A Agência Marítima Nacional (AMN) reafirma o seu compromisso com a segurança marítima e a eficácia operacional do sector, ao intensificar os preparativos para a Auditoria Obrigatória da Organização Marítima Internacional (OMI), prevista para Novembro deste ano.
Durante a sessão de abertura da Conferência Nacional sobre a Preparação para a Auditoria da OMI, realizada em Luanda, a Presidente do Conselho de Administração da AMN, Anisabel Veríssimo e Costa, destacou os esforços em curso para garantir que Angola seja inserida na lista de Estados em conformidade com as normas internacionais.
“A Agência Marítima Nacional está a trabalhar arduamente com os seus parceiros internos e a reunir todas as entidades do sector para identificar e superar fragilidades. O nosso objectivo é garantir um resultado positivo e sair da lista de Estados não conformes”, afirmou a responsável.
A presidente referiu ainda que têm sido feitas reformas estruturais, especialmente ao nível legislativo, permitindo que Sociedades Classificadoras reconhecidas internacionalmente passem a exercer certas competências da AMN, como a inspecção de embarcações no estrangeiro.
No segundo dia do evento, foi assinado um Memorando de Entendimento entre a Agência Marítima Nacional e a Lloyd’s Register, marco que representa um avanço importante na redução de custos operacionais, no aumento da eficácia e no reforço da segurança marítima nacional. “Com esta assinatura, as sociedades passam a actuar como Organizações Reconhecidas”, explicou a PCA.
Outro momento relevante foi a apresentação da Estratégia Nacional 2025–2029, que estabelece metas, indicadores e acções prioritárias para assegurar a aplicação efectiva dos instrumentos obrigatórios da OMI em Angola.
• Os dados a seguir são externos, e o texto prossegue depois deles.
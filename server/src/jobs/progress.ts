import type { Context } from '../context';
import { rows } from '../database/sql';
import { inTransaction } from '../database/transaction';
import { emitRunEvent } from './run-events';
import type { Held } from './run-state';

const leastPause = 250;

/** Writes progress at most four times a second; what comes faster is overtaken by what follows. A write that fails is let go. */
export class Progress {
  private latest: { phase: string; share: number | null } | null = null;
  private writing: Promise<void> | null = null;
  private settled = false;
  private endPause: () => void = () => undefined;

  constructor(
    private readonly context: Context,
    private readonly run: Pick<Held, 'id' | 'attempt'>,
  ) {}

  say(phase: string, share: number | null): void {
    if (this.settled) return;
    this.latest = { phase, share: share === null ? null : Math.min(1, Math.max(0, share)) };
    this.writing ??= this.drain().finally(() => (this.writing = null));
  }

  /** Waits for the write under way, not for the pause behind it, and forgets what has not been written. */
  async settle(): Promise<void> {
    this.settled = true;
    this.latest = null;
    this.endPause();
    await this.writing;
  }

  private async drain(): Promise<void> {
    while (this.latest) {
      const { phase, share } = this.latest;
      this.latest = null;
      await this.write(phase, share).catch((error: unknown) =>
        this.context.log.debug({ err: error }, 'progress was not written'),
      );
      if (this.settled) return;
      await new Promise<void>((resolve) => {
        const pause = setTimeout(resolve, leastPause);
        this.endPause = () => (clearTimeout(pause), resolve());
      });
    }
  }

  private write(phase: string, share: number | null): Promise<void> {
    const { sequelize } = this.context;
    return inTransaction(sequelize, async (tx) => {
      const written = await rows(
        sequelize,
        `UPDATE runs SET phase = $3, share = $4 WHERE id = $1 AND attempt = $2 AND state = 'running' RETURNING id`,
        [this.run.id, this.run.attempt, phase, share],
        tx,
      );
      if (written.length > 0) await emitRunEvent(sequelize, tx, this.run.id);
    });
  }
}
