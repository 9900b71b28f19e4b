# Makes intercept and coefficients of expected/penalised_logistic_fits.json again, for every case whose data file is here.
# Debian: r-base-core r-cran-glmnet r-cran-jsonlite. Run in tests/reference: Rscript generators/penalised_fits.R
# glmnet needs thresh 1e-26 here: at 1e-14 it is good to 1.3e-5 only on the hard designs. The independent Newton solve is not repeated here.
library(glmnet); library(jsonlite)
reference <- fromJSON("expected/penalised_logistic_fits.json", simplifyVector = FALSE)$fits
out <- list()
for (case in reference) {
  if (!file.exists(case$data)) next
  d <- read.csv(case$data, check.names = FALSE)
  x <- as.matrix(d[, unlist(case$x)])
  good <- startsWith(case$y, "good")
  event <- if (good) d$bad else d[[case$y]]
  y <- if (good) 1 - event else event
  w <- rep(1, nrow(d))
  if (startsWith(case$weights, "weight of")) w <- (seq_len(nrow(d)) %% 3) + 1
  if (startsWith(case$weights, "prior")) w <- ifelse(event == 1, 0.05 / mean(event), 0.95 / (1 - mean(event)))
  offset <- if (is.null(case$offset)) NULL else -read.csv("data/german_credit_woe.csv")$checking
  factor <- if (is.null(case$penalty_factor_given)) rep(1, ncol(x)) else unlist(case$penalty_factor_given)
  lower <- if (is.null(case$lower_limits)) -Inf else case$lower_limits
  upper <- if (is.null(case$upper_limits)) Inf else case$upper_limits
  lambda <- sapply(case$lambda_path, function(p) p$lambda)
  fit <- glmnet(x, y, family = "binomial", weights = w, offset = offset, alpha = case$alpha, lambda = lambda, standardize = case$standardize,
                penalty.factor = factor, lower.limits = lower, upper.limits = upper, thresh = 1e-26, maxit = 1e8)
  out[[case$id]] <- list(lambda = fit$lambda, intercept = unname(fit$a0), coef = t(unname(as.matrix(fit$beta))))
  wanted <- sapply(case$lambda_path, function(p) c(p$intercept, unlist(p$coef)))
  message(case$id, ": largest difference ", format(max(abs(rbind(fit$a0, as.matrix(fit$beta)) - wanted))))
}
cat(toJSON(out, digits = NA, auto_unbox = TRUE))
A auditoria avaliará tanto o quadro legal nacional como a aplicação prática dos mecanismos de fiscalização, certificação e protecção ambiental.
“O Executivo acredita que o cumprimento integral das obrigações da OMI poderá projectar Angola como uma referência continental em segurança e gestão marítima, promovendo maior investimento estrangeiro, reputação institucional e valorização dos profissionais do sector”, concluiu Anisabel Costa.
O evento reuniu representantes governamentais, parceiros internacionais, peritos jurídicos, representantes da indústria, bem como especialistas do sector marítimo e portuário, demonstrando o compromisso conjunto com o fortalecimento da soberania e credibilidade marítima do país.